So a common question I get is copying blobs. So if you are working with azure blob storage, it’s sort of inevitable that you would need to do a data copy. Whether that be for a migration, re-architecture, any number of reasons … you will need to do a data copy.
Now this is something where I’ve seen all different versions of doing a data copy. And I’m going to talk through those options here, and ultimately how best to execute a copy within Azure Blob Storage.
I want to start with the number 1, DO NOT DO, option. That option is “build a utility to cycle through and copy blobs one by one.” This is the least desirable option for moving data for a couple of reasons:
- Speed – This is going to be a single threaded, synchronous operation.
- Complexity – This feels counter-intuitive, but the process of ensuring data copies, building fault handling, etc…is not easy. And not something you want to take on when you don’t have to.

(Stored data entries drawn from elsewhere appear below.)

def _candidates_from_points(pts, n: int, n_p: int, config: WaveletConfig,
                            wavelet_config: WaveletConfig,
                            noise_variance: np.ndarray | None) -> Candidates | None:
    """Chain refined points, prune short chains and compute the noise statistic."""
    if pts is None:
        return None
    sense, t, j, x, log_amp = pts
    period = _period_samples(x, wavelet_config)
    # the bound per step follows from the bound per cycle: (1 + c)^(dt / T) - 1
    max_dx = math.log1p(config.max_frequency_change_per_cycle) / period * \
        config.periods_per_octave / math.log(2.0)
    order, starts = _chain(sense, t, j, x, n, n_p, max_dx)
    cyc_pt = 1.0 / period[order]
    cycles = np.add.reduceat(cyc_pt, starts[:-1])
    keep = cycles >= config.min_cycles
    if not np.any(keep):
        return None
    lengths = np.diff(starts)
    point_keep = np.repeat(keep, lengths)
    order = order[point_keep]
    cyc_pt = cyc_pt[point_keep]
    new_starts = np.r_[0, np.cumsum(lengths[keep])]
    sense, t, x, log_amp = sense[order], t[order], x[order], log_amp[order]
    if noise_variance is not None:
        lv = np.log(np.maximum(noise_variance, _TINY))
        s_row = (1 - sense) // 2
        j0 = np.clip(np.floor(x).astype(np.int64), 0, n_p - 2)
        f = x - j0
        log_var = lv[s_row, j0] * (1.0 - f) + lv[s_row, j0 + 1] * f
        snr2 = np.exp(2.0 * log_amp - log_var)
        stat = np.add.reduceat(snr2 * cyc_pt, new_starts[:-1])
    else:
        snr2 = np.full(len(t), np.nan)
        stat = np.full(int(keep.sum()), np.nan)
    return Candidates(sense, t, x, log_amp, snr2, new_starts, cycles[keep], stat)
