"""CSV text of the output tables, formatted column-wise in Arrow.

References: :meth:`pandas.DataFrame.to_csv` (``index=False``, which quotes
through Python's :mod:`csv` module, QUOTE_MINIMAL as in RFC 4180 §2, and
CRLF line ends turned into LF afterwards, so that fields holding a CR are
quoted as RFC 4180 quotes line breaks) on the table with its times already
written as ISO 8601 ``Z`` strings; float texts against Python's own
``repr`` (the shortest decimal that reads back as the same double).
"""

from __future__ import annotations

import numpy as np
import pandas as pd
import pytest

from driftloop.io import writers
from driftloop.io.writers import csv_text, float_reprs, format_time, write_csv


def _random_floats(n: int, seed: int) -> np.ndarray:
    rng = np.random.default_rng(seed)
    bits = rng.integers(0, 2**63, n, dtype=np.int64) * rng.choice([-1, 1], n)
    return np.concatenate([
        bits.view(np.float64),  # every magnitude, subnormals, NaN and infinities
        rng.normal(0.0, 1.0, n),
        10.0 ** rng.uniform(-8.0, 20.0, n) * rng.choice([-1.0, 1.0], n),
        *[np.round(rng.uniform(-1e6, 1e6, n // 8), d) for d in range(8)],
        rng.integers(-10**17, 10**17, n).astype(float),
        np.array([0.0, -0.0, 1e-4, -1e-4, 9.999999999999999e-05, 1e16, -1e16,
                  9999999999999998.0, 1e15, 0.1, 1 / 3, 5e-324, 2.0**53, 2.0**63, 1e300,
                  np.inf, -np.inf, np.nan, 123456789012345.6, 0.000123, 1.5e-07]),
    ])


@pytest.mark.parametrize("seed", [0, 1])
def test_float_texts_are_pythons_repr(seed):
    values = _random_floats(30_000, seed)
    assert float_reprs(values).to_pylist() == [repr(x) for x in values.tolist()]


def _reference_csv(table: pd.DataFrame, float_digits=None) -> str:
    out = table.copy()
    for name in out.columns:
        if pd.api.types.is_datetime64_any_dtype(out[name].dtype):
            out[name] = format_time(out[name])
    for name, digits in (float_digits or {}).items():
        out[name] = out[name].round(digits)
    # with CRLF line ends the csv module quotes fields holding a CR as well as an
    # LF (RFC 4180 §2, rule 6); no text of these tables holds CRLF, so every CRLF
    # is a line end
    assert not any("\r\n" in str(v) for v in out.to_numpy().ravel().tolist())
    return out.to_csv(None, index=False, lineterminator="\r\n").replace("\r\n", "\n")


def _mixed_table(n: int, seed: int) -> pd.DataFrame:
    rng = np.random.default_rng(seed)
    words = ["", "plain", "a,b", 'say "hi"', "two\nlines", "cr\rhere", " lead", "é ü ∞",
             "tab\there", ",", '"', "x;y"]
    text = [words[k] for k in rng.integers(0, len(words), n)]
    missing = rng.random(n) < 0.15
    times = pd.Timestamp("1969-12-31T23:00:00Z") + pd.to_timedelta(
        rng.integers(0, 10**12, n) * rng.choice([1, 1000, 10**9], n), unit="ns")
    return pd.DataFrame({
        "id": pd.array([None if m else t for t, m in zip(text, missing, strict=True)],
                       dtype="string"),
        "name, quoted": pd.array(text, dtype="string[python]"),
        "f": _random_floats(n, seed)[:n],
        "g": np.where(missing, np.nan, rng.normal(0, 100, n)),
        "i8": rng.integers(-128, 127, n).astype(np.int8),
        "i64": rng.integers(-2**62, 2**62, n),
        "u32": rng.integers(0, 2**32, n).astype(np.uint32),
        "ok": rng.random(n) < 0.5,
        "obj": np.array([None if m else t for t, m in zip(text, missing, strict=True)],
                        dtype=object),
        "time": pd.Series(times).where(~missing),
        "naive": pd.Series(times.tz_localize(None)),
    })


@pytest.mark.parametrize("seed", [0, 1, 2])
def test_csv_text_is_what_pandas_to_csv_writes(seed):
    table = _mixed_table(3_000, seed)
    assert csv_text(table) == _reference_csv(table)


def test_csv_text_rounds_float_columns_like_pandas():
    table = _mixed_table(500, 3)
    digits = {"g": 3, "f": 0}
    assert csv_text(table, digits) == _reference_csv(table, digits)


def test_csv_text_of_an_empty_table_is_its_header():
    table = _mixed_table(10, 4).iloc[:0]
    assert csv_text(table) == _reference_csv(table)


def test_csv_text_of_other_tables_is_what_pandas_writes():
    tables = [
        pd.DataFrame({"only": pd.array(["", "x", None], dtype="string")}),
        pd.DataFrame({"a": pd.Categorical(["x", "y"]), "b": [1.5, 2.0]}),
        pd.DataFrame({"a": pd.array([1, None], dtype="Int64"), "b": [1.5, 2.0]}),
        pd.DataFrame({"a": np.array([1.25, 2.5], dtype=np.float32), "b": [1, 2]}),
        pd.DataFrame({"a": [1, 2], "b": [3.5, "x,y"]}),
        pd.DataFrame({1: [1, 2], "b": [0.5, 2.0]}),
    ]
    for table in tables:
        assert csv_text(table) == _reference_csv(table)


def test_write_csv_writes_the_csv_text(tmp_path, monkeypatch):
    monkeypatch.setattr(writers, "CSV_CHUNK_ROWS", 700)
    table = _mixed_table(2_000, 5)
    path = tmp_path / "t.csv"
    write_csv(path, table)
    assert path.read_bytes() == _reference_csv(table).encode("utf-8")


def test_format_time_writes_iso_8601_with_z():
    times = pd.Series(pd.to_datetime(["2026-03-01T12:00:00Z", None, "1969-07-20T20:17:40.5Z",
                                      "2026-03-01T12:00:00.000001999Z"], format="ISO8601"))
    assert format_time(times).tolist() == [
        "2026-03-01T12:00:00Z", "", "1969-07-20T20:17:40.500000Z", "2026-03-01T12:00:00.000001Z"
    ]


def test_fields_with_a_carriage_return_are_quoted_and_read_back_whole():
    # RFC 4180 §2, rule 6: fields with line breaks are quoted; pandas' C reader
    # (like many others) ends a line at a bare CR outside quotes
    import io

    values = ["plain", "cr\rhere", "lf\nhere", 'both\r\n"q"', "end\r"]
    tables = [
        pd.DataFrame({"text": pd.array(values, dtype="string"), "k": range(5)}),
        pd.DataFrame({"text": pd.Categorical(values), "k": range(5)}),  # the pandas path
    ]
    for table in tables:
        text = csv_text(table)
        assert '"cr\rhere"' in text and '"end\r"' in text
        back = pd.read_csv(io.StringIO(text), dtype={"text": str}, keep_default_na=False)
        assert back["text"].tolist() == values
        assert back["k"].tolist() == list(range(5))
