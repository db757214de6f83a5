"""Scoring of loop-event catalogues against ground truth, on constructed tables.

Every expected number below follows by hand from the constructed events and
the matching rule in ``driftloop/evaluation.py`` (overlap of at least half
the shorter event, periods within 25 %, one to one).
"""

from __future__ import annotations

import math

import numpy as np
import pandas as pd
import pytest

from driftloop.evaluation import (
    EVENT_COLUMNS,
    TARGETS,
    check_events,
    check_targets,
    match_events,
    score_events,
    score_table,
    truth_as_catalogue,
)

T0 = pd.Timestamp("2025-03-01", tz="UTC")


def _events(rows) -> pd.DataFrame:
    """Events from (drifter, kind, start day, length in days, period h, radius km, spin)."""
    table = pd.DataFrame(rows, columns=["drifter_id", "kind", "day", "days", "period_h",
                                        "radius_km", "spin"])
    table["start"] = T0 + pd.to_timedelta(table["day"], unit="D")
    table["end"] = table["start"] + pd.to_timedelta(table["days"], unit="D")
    table["speed_m_s"] = 0.1
    table["lat"] = 45.0
    table["lon"] = -30.0
    table["cycles"] = table["days"] * 24 / table["period_h"]
    return table.drop(columns=["day", "days"])


@pytest.fixture
def truth() -> pd.DataFrame:
    return _events([
        ("A", "inertial", 1.0, 4.0, 16.9, 1.5, "anticyclonic"),
        ("A", "inertial", 8.0, 6.0, 16.9, 2.0, "anticyclonic"),
        ("A", "tidal", 0.0, 60.0, 12.42, 0.8, "cyclonic"),
        ("B", "inertial", 3.0, 5.0, 18.6, 1.0, "anticyclonic"),
        ("B", "inertial", 20.0, 3.0, 18.6, 1.2, "anticyclonic"),
        ("B", "eddy", 10.0, 15.0, 96.0, 12.0, "cyclonic"),
    ])


QUIET = {"Q1": 100.0, "Q2": 100.0}


def test_perfect_detection_scores_one(truth):
    scores = score_events(truth, truth, quiet_drifter_days=QUIET)
    assert scores["n_truth_inertial"] == scores["n_matched_inertial"] == 4
    assert scores["inertial_precision"] == scores["inertial_recall"] == 1.0
    assert scores["inertial_f1"] == 1.0
    assert scores["median_period_error_pct"] == 0.0
    assert scores["median_radius_error_pct"] == 0.0
    assert scores["spin_correct_pct"] == 100.0
    assert scores["n_eddy_labelled_eddy"] == 1 and scores["n_eddy_labelled_inertial"] == 0
    assert scores["n_tidal_labelled_tidal"] == 1
    assert scores["false_inertial_per_1000_days"] == 0.0
    assert all(check_targets(scores).values())


def test_missed_event_lowers_recall_only(truth):
    detected = truth.drop(index=3)
    scores = score_events(detected, truth, quiet_drifter_days=QUIET)
    assert scores["n_missed_inertial"] == 1
    assert scores["inertial_recall"] == pytest.approx(0.75)
    assert scores["inertial_precision"] == 1.0
    assert scores["inertial_f1"] == pytest.approx(2 * 0.75 / 1.75)  # 0.857
    assert not check_targets(scores)["inertial_f1"]


def test_false_event_on_a_quiet_drifter_counts_per_1000_drifter_days(truth):
    extra = _events([("Q1", "inertial", 5.0, 3.0, 16.9, 1.0, "anticyclonic")])
    detected = pd.concat([truth, extra], ignore_index=True)
    scores = score_events(detected, truth, quiet_drifter_days=QUIET)
    # one false event in 200 quiet drifter-days
    assert scores["n_false_inertial_quiet"] == 1
    assert scores["false_inertial_per_1000_days"] == pytest.approx(5.0)
    assert scores["n_false_inertial"] == 1
    assert scores["inertial_precision"] == pytest.approx(4 / 5)
    assert check_targets(scores)["false_inertial_per_1000_days"]  # 5.0 is at the limit
    two = pd.concat([detected, extra], ignore_index=True)
    scores = score_events(two, truth, quiet_drifter_days=QUIET)
    assert scores["false_inertial_per_1000_days"] == pytest.approx(10.0)
    assert not check_targets(scores)["false_inertial_per_1000_days"]


def test_wrong_spin_is_counted(truth):
    detected = truth.copy()
    detected.loc[1, "spin"] = "cyclonic"
    scores = score_events(detected, truth)
    assert scores["inertial_f1"] == 1.0  # spin does not decide the match
    assert scores["spin_correct_pct"] == pytest.approx(75.0)
    assert not check_targets(scores)["spin_correct_pct"]


def test_eddy_labelled_inertial_is_counted(truth):
    detected = truth.copy()
    detected.loc[5, "kind"] = "inertial"  # the 4-day eddy loops, called inertial
    scores = score_events(detected, truth)
    assert scores["n_eddy_labelled_inertial"] == 1
    assert scores["eddy_labelled_inertial_pct"] == pytest.approx(100.0)
    assert scores["n_eddy_labelled_eddy"] == 0
    # and it is a false inertial event
    assert scores["n_false_inertial"] == 1
    assert scores["inertial_precision"] == pytest.approx(4 / 5)
    assert scores["inertial_recall"] == 1.0


def test_period_and_radius_errors_are_medians_over_matched_events(truth):
    detected = truth.copy()
    inertial = detected["kind"] == "inertial"
    detected.loc[inertial, "period_h"] *= [1.01, 1.03, 0.96, 1.05]
    detected.loc[inertial, "radius_km"] *= [1.10, 0.80, 1.00, 1.30]
    scores = score_events(detected, truth)
    assert scores["median_period_error_pct"] == pytest.approx(3.5)  # of 1, 3, 4, 5 %
    assert scores["median_radius_error_pct"] == pytest.approx(15.0)  # of 0, 10, 20, 30 %
    met = check_targets(scores)
    assert met["median_radius_error_pct"] and not met["median_period_error_pct"]


def test_overlap_rule():
    truth = _events([("A", "inertial", 0.0, 4.0, 16.9, 1.5, "anticyclonic")])
    # 1.6 of 4 days overlap: 40 % of the shorter event, no match
    late = _events([("A", "inertial", 2.4, 4.0, 16.9, 1.5, "anticyclonic")])
    assert match_events(late, truth).pairs.empty
    # 2.4 of 4 days: 60 %, a match
    early = _events([("A", "inertial", 1.6, 4.0, 16.9, 1.5, "anticyclonic")])
    pairs = match_events(early, truth).pairs
    assert len(pairs) == 1
    assert pairs["overlap_h"].iloc[0] == pytest.approx(2.4 * 24)
    assert pairs["iou"].iloc[0] == pytest.approx(2.4 / 5.6)
    # a short event inside a long one overlaps 100 % of the shorter
    inside = _events([("A", "inertial", 1.0, 1.0, 16.9, 1.5, "anticyclonic")])
    assert len(match_events(inside, truth).pairs) == 1
    # never across drifters
    other = _events([("B", "inertial", 0.0, 4.0, 16.9, 1.5, "anticyclonic")])
    assert match_events(other, truth).pairs.empty


def test_period_gate_keeps_concurrent_events_apart(truth):
    # a loop at twice the inertial period is not a detection of the inertial event
    wrong = truth.copy()
    wrong.loc[0, "period_h"] = 2 * 16.9
    scores = score_events(wrong, truth)
    assert scores["n_matched_inertial"] == 3 and scores["n_false_inertial"] == 1
    # the inertial detection during the record-long tide pairs with the inertial truth
    pairs = match_events(truth, truth).pairs
    assert (pairs["detected"] == pairs["truth"]).all()


def test_split_event_gives_a_fragment_not_a_false_event():
    truth = _events([("A", "inertial", 0.0, 10.0, 16.9, 1.5, "anticyclonic")])
    halves = _events([("A", "inertial", 0.0, 4.8, 16.9, 1.5, "anticyclonic"),
                      ("A", "inertial", 5.2, 4.8, 16.9, 1.5, "anticyclonic")])
    matching = match_events(halves, truth)
    assert len(matching.pairs) == 1 and len(matching.fragments) == 1
    assert matching.unmatched_detected.empty and matching.unmatched_truth.empty
    scores = score_events(halves, truth)
    assert scores["inertial_f1"] == 1.0 and scores["n_inertial_fragments"] == 1
    strict = score_events(halves, truth, fragments_are_false=True)
    assert strict["inertial_precision"] == pytest.approx(0.5)


def test_kind_agreement_wins_the_pairing():
    truth = _events([("A", "inertial", 0.0, 4.0, 16.9, 1.5, "anticyclonic")])
    # the same loops reported twice, once as "other" with the better overlap
    detected = _events([("A", "other", 0.0, 4.0, 16.9, 1.5, "anticyclonic"),
                        ("A", "inertial", 0.5, 3.0, 16.9, 1.5, "anticyclonic")])
    pairs = match_events(detected, truth).pairs
    assert pairs["detected_kind"].tolist() == ["inertial"]
    assert score_events(detected, truth)["n_matched_inertial"] == 1


def test_undefined_scores_are_nan_and_fail_their_targets():
    empty = _events([])
    truth = _events([("A", "inertial", 0.0, 4.0, 16.9, 1.5, "anticyclonic")])
    scores = score_events(empty, truth)
    assert scores["inertial_recall"] == 0.0
    assert math.isnan(scores["inertial_precision"]) and math.isnan(scores["inertial_f1"])
    assert math.isnan(scores["median_period_error_pct"])
    assert math.isnan(scores["false_inertial_per_1000_days"])  # no quiet drifters given
    assert not any(check_targets(scores).values())
    assert "n/a" in score_table(scores)


def test_score_table_shows_every_target(truth):
    text = score_table(score_events(truth, truth, quiet_drifter_days=QUIET))
    lines = text.splitlines()
    assert lines[0] == "| metric | value | target | met |"
    assert len(lines) == 2 + 13
    assert sum(line.endswith("| yes |") for line in lines) == len(TARGETS)
    assert "| inertial F1 | 1.000 | ≥ 0.9 | yes |" in lines


def test_catalogue_contract_is_checked(truth):
    catalogue = truth_as_catalogue(truth)
    assert tuple(catalogue.columns) == EVENT_COLUMNS
    check_events(catalogue)
    # inertial period and radius at 45 deg: T = pi / (Omega sin 45) = 16.924 h
    # (METHODS.md section 1 table), R = V / |f| = 0.1 / 1.0313e-4 m
    assert catalogue["inertial_period_h"].iloc[0] == pytest.approx(16.924, abs=5e-4)
    assert catalogue["inertial_radius_km"].iloc[0] == pytest.approx(0.9697, abs=1e-4)
    assert catalogue["event_id"].is_unique
    with pytest.raises(ValueError, match="missing columns"):
        check_events(catalogue.drop(columns=["radius_ratio"]))
    naive = catalogue.assign(start=catalogue["start"].dt.tz_localize(None))
    with pytest.raises(ValueError, match="start must be datetime64"):
        check_events(naive)
    with pytest.raises(ValueError, match="kind must be one of"):
        check_events(catalogue.assign(kind="loop"))
    with pytest.raises(ValueError, match="spin must be one of"):
        check_events(catalogue.assign(spin="clockwise"))
    with pytest.raises(ValueError, match="end before"):
        check_events(catalogue.assign(end=catalogue["start"] - pd.Timedelta("1h")))


def test_truth_of_a_synthetic_site_scores_perfectly_against_itself():
    from driftloop.synth import evaluation_release

    release = evaluation_release(seed=3, n_drifters=5, sites=["SA"])
    truth = release.events
    quiet = release.drifters[release.drifters["quiet"]]
    days = dict(zip(quiet["drifter_id"].astype(str), quiet["days"], strict=True))
    scores = score_events(truth_as_catalogue(truth), truth, quiet_drifter_days=days)
    assert scores["n_truth_inertial"] > 5 and scores["n_truth_eddy"] == 1
    assert scores["inertial_f1"] == 1.0 and scores["n_fragments"] == 0
    assert all(check_targets(scores).values())
    # dropping every other inertial event halves the recall (rounded up)
    inertial = np.flatnonzero(truth["kind"] == "inertial")
    half = truth.drop(index=truth.index[inertial[::2]])
    scores = score_events(truth_as_catalogue(half), truth, quiet_drifter_days=days)
    assert scores["inertial_recall"] == pytest.approx((len(inertial) // 2) / len(inertial))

- Chances of Failure – Long running processes are always problematic, always. As these processes can fail, and when they do they can be difficult to recover from. So you are opening yourself up to potential problems.
- Cost – At the end of the day, you are creating a long running process that will need to have compute running 24/7 for an extended period. Compute in the cloud costs money, so this is an additional cost.
So the question is, if I shouldn’t build my own utility, how do we get this done. There are really two options that I’ve used in the past to success:
- AzCopy – This is the tried and true option. This utility provides an easy command line interface for kicking off copy jobs that can be run either in a synchronous or asynchronous method. Even in its synchronous option, you will see higher throughput for the copy. This removes some of the issues from above, but not all.
- Copy API – a newer option, the Rest API enables a copy operation. This provides the best possible throughput and prevents you from having to create a VM, allowing for asynchronous copy operations in azure to facilitate this operation. The API is easy to use and documentation can be found here.
Ultimately, there are lots of ways and scenarios you can leverage these tools to copy data. The other one that I find usually raises questions, is if I’m migrating a large volume of data, how do I do it to minimize downtime.
The way I’ve accomplished this, is to break your data down accordingly.
- Sort the data by age oldest to newest.
- Starting with the oldest blobs, break them down into the following chucks.
- Move the first 50%
- Move the next 30%
- Move the next 10-15%
- Take a downtime window to copy the last 5-10%
By doing so, you gain the ability to minimize your downtime window while maximizing the backend copy. Now the above process only works if your newer data is accessed more often, it creates a good option for moving your blobs, and minimizing downtime.